Top of Exercise material

/**
 * Checks the request against the source's columns (from describeSql) and fixes how each column
 * enters the sums. Throws InputError for a missing column, a column used twice, a date/time
 * column where numbers are expected, a fold key that is not whole numbers, bad K or caps.
 */
export function planSums(request: SumsRequest, types: ReadonlyMap<string, string>): SumsPlan {
  const dialect = request.dialect;
  const levelCap = request.levelCap ?? DEFAULT_LEVEL_CAP;
  const maxAggregates = request.maxAggregates ?? (dialect === "duckdb" ? 1000 : 400);
  if (!Number.isInteger(levelCap) || levelCap < 2) throw new InputError("setting", `the level cap must be a whole number from 2, got ${levelCap}`);
  if (!Number.isInteger(maxAggregates) || maxAggregates < 10) throw new InputError("setting", `the aggregates per query must be a whole number from 10, got ${maxAggregates}`);
  const where = describeSource(request.source);
  const sourceColumns = [...types.keys()];
  const column = (name: string, role: string): PlannedColumn => {
    const type = types.get(name);
    if (type === undefined) throw new InputError("setting", `${role} column '${name}' is not in ${where} (columns: ${listSome(sourceColumns)}): check the name`);
    const kind = columnKind(type);
    return { name, kind, textAsNumber: false };
  };
  const numeric = (c: PlannedColumn, role: string): PlannedColumn => {
    if (c.kind === "time") throw new InputError("not-finite", `${role} column '${c.name}' holds dates or times (${types.get(c.name) as string}): use a column of numbers`);
    if (c.kind === "other") throw new InputError("not-finite", `${role} column '${c.name}' has type ${types.get(c.name) as string}, not numbers: use a column of numbers`);
    if (c.kind === "text") c.textAsNumber = true;
    return c;
  };
  const target = numeric(column(request.target, "the target"), "the target");
  if (target.kind === "boolean") {
    throw new InputError("setting", `the target '${target.name}' is yes/no: fitting from sums takes number targets only (a yes/no target needs passes over the rows); fit it in memory`);
  }
  const weights = request.weights ? numeric(column(request.weights, "the weights"), "the weights") : null;
  if (request.predictors.length === 0) throw new InputError("no-predictors", "no predictors given: name at least one predictor column");
  const fold = request.fold;
  if (fold.kind !== "column" && !(Number.isInteger(fold.folds) && fold.folds >= 2 && fold.folds <= 1000)) {
    throw new InputError("folds", `the number of folds must be a whole number from 2 to 1000, got ${fold.folds}`);
  }
  const foldName = fold.kind === "hash" ? fold.key : fold.column;
  const foldColumn = column(foldName, fold.kind === "hash" ? "the fold key" : fold.kind === "time" ? "the time" : "the fold");
  if (fold.kind === "hash" && foldColumn.kind !== "integer") {
    throw new InputError("fold-labels", `the fold key '${foldName}' must hold whole numbers (an integer type), not ${types.get(foldName) as string}: use an integer ID column`);
  }
  if (fold.kind === "time") {
    if (foldColumn.kind !== "time" && foldColumn.kind !== "integer" && foldColumn.kind !== "number") {
      throw new InputError("fold-labels", `the time column '${foldName}' must hold numbers, dates or times, not ${types.get(foldName) as string}`);
    }
    if (fold.cuts !== undefined) {
      if (fold.cuts.length !== fold.folds || fold.cuts.some((c, i) => !Number.isFinite(c) || (i > 0 && c < fold.cuts![i - 1]))) {
        throw new InputError("fold-labels", `time cut points must be ${fold.folds} finite numbers in rising order`);
      }
    }
  }
  const predictors = request.predictors.map((name) => column(name, "predictors"));
  for (const p of predictors) {
    if (p.kind === "time") throw new InputError("not-finite", `predictors column '${p.name}' holds dates or times: leave it out of predictors (it can order time blocks)`);
    if (p.kind === "other") throw new InputError("not-finite", `predictors column '${p.name}' has type ${types.get(p.name) as string}: use numbers or text`);
  }
  const roles = new Map<string, string>();
  const claim = (name: string, role: string): void => {
    const other = roles.get(name);
    if (other !== undefined) throw new InputError("setting", `column '${name}' is both ${other} and ${role}: use it once`);
    roles.set(name, role);
  };
  claim(target.name, "the target");
  if (weights) claim(weights.name, "the weights");
  claim(foldColumn.name, fold.kind === "hash" ? "the fold key" : fold.kind === "time" ? "the time column" : "the fold column");
  for (const p of predictors) claim(p.name, "a predictor");
  return {
    request,
    dialect,
    levelCap,
    maxAggregates,
    target,
    weights,
    predictors,
    foldColumn,
    used: [...roles.keys()],
    sourceColumns,
  };
}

Bottom of Exercise material

Work task: Repeat each of the entries exactly as written.

Response below:
/**
 * Checks the request against the source's columns (from describeSql) and fixes how each column
 * enters the sums. Throws InputError for a missing column, a column used twice, a date/time
 * column where numbers are expected, a fold key that is not whole numbers, bad K or caps.
 */
export function planSums(request: SumsRequest, types: ReadonlyMap<string, string>): SumsPlan {
  const dialect = request.dialect;
  const levelCap = request.levelCap ?? DEFAULT_LEVEL_CAP;
  const maxAggregates = request.maxAggregates ?? (dialect === "duckdb" ? 1000 : 400);
  if (!Number.isInteger(levelCap) || levelCap < 2) throw new InputError("setting", `the level cap must be a whole number from 2, got ${levelCap}`);
  if (!Number.isInteger(maxAggregates) || maxAggregates < 10) throw new InputError("setting", `the aggregates per query must be a whole number from 10, got ${maxAggregates}`);
  const where = describeSource(request.source);
  const sourceColumns = [...types.keys()];
  const column = (name: string, role: string): PlannedColumn => {
    const type = types.get(name);
    if (type === undefined) throw new InputError("setting", `${role} column '${name}' is not in ${where} (columns: ${listSome(sourceColumns)}): check the name`);
    const kind = columnKind(type);
    return { name, kind, textAsNumber: false };
  };
  const numeric = (c: PlannedColumn, role: string): PlannedColumn => {
    if (c.kind === "time") throw new InputError("not-finite", `${role} column '${c.name}' holds dates or times (${types.get(c.name) as string}): use a column of numbers`);
    if (c.kind === "other") throw new InputError("not-finite", `${role} column '${c.name}' has type ${types.get(c.name) as string}, not numbers: use a column of numbers`);
    if (c.kind === "text") c.textAsNumber = true;
    return c;
  };
  const target = numeric(column(request.target, "the target"), "the target");
  if (target.kind === "boolean") {
    throw new InputError("setting", `the target '${target.name}' is yes/no: fitting from sums takes number targets only (a yes/no target needs passes over the rows); fit it in memory`);
  }
  const weights = request.weights ? numeric(column(request.weights, "the weights"), "the weights") : null;
  if (request.predictors.length === 0) throw new InputError("no-predictors", "no predictors given: name at least one predictor column");
  const fold = request.fold;
  if (fold.kind !== "column" && !(Number.isInteger(fold.folds) && fold.folds >= 2 && fold.folds <= 1000)) {
    throw new InputError("folds", `the number of folds must be a whole number from 2 to 1000, got ${fold.folds}`);
  }
  const foldName = fold.kind === "hash" ? fold.key : fold.column;
  const foldColumn = column(foldName, fold.kind === "hash" ? "the fold key" : fold.kind === "time" ? "the time" : "the fold");
  if (fold.kind === "hash" && foldColumn.kind !== "integer") {
    throw new InputError("fold-labels", `the fold key '${foldName}' must hold whole numbers (an integer type), not ${types.get(foldName) as string}: use an integer ID column`);
  }
  if (fold.kind === "time") {
    if (foldColumn.kind !== "time" && foldColumn.kind !== "integer" && foldColumn.kind !== "number") {
      throw new InputError("fold-labels", `the time column '${foldName}' must hold numbers, dates or times, not ${types.get(foldName) as string}`);
    }
    if (fold.cuts !== undefined) {
      if (fold.cuts.length !== fold.folds || fold.cuts.some((c, i) => !Number.isFinite(c) || (i > 0 && c < fold.cuts![i - 1]))) {
        throw new InputError("fold-labels", `time cut points must be ${fold.folds} finite numbers in rising order`);
      }
    }
  }
  const predictors = request.predictors.map((name) => column(name, "predictors"));
  for (const p of predictors) {
    if (p.kind === "time") throw new InputError("not-finite", `predictors column '${p.name}' holds dates or times: leave it out of predictors (it can order time blocks)`);
    if (p.kind === "other") throw new InputError("not-finite", `predictors column '${p.name}' has type ${types.get(p.name) as string}: use numbers or text`);
  }
  const roles = new Map<string, string>();
  const claim = (name: string, role: string): void => {
    const other = roles.get(name);
    if (other !== undefined) throw new InputError("setting", `column '${name}' is both ${other} and ${role}: use it once`);
    roles.set(name, role);
  };
  claim(target.name, "the target");
  if (weights) claim(weights.name, "the weights");
  claim(foldColumn.name, fold.kind === "hash" ? "the fold key" : fold.kind === "time" ? "the time column" : "the fold column");
  for (const p of predictors) claim(p.name, "a predictor");
  return {
    request,
    dialect,
    levelCap,
    maxAggregates,
    target,
    weights,
    predictors,
    foldColumn,
    used: [...roles.keys()],
    sourceColumns,
  };
}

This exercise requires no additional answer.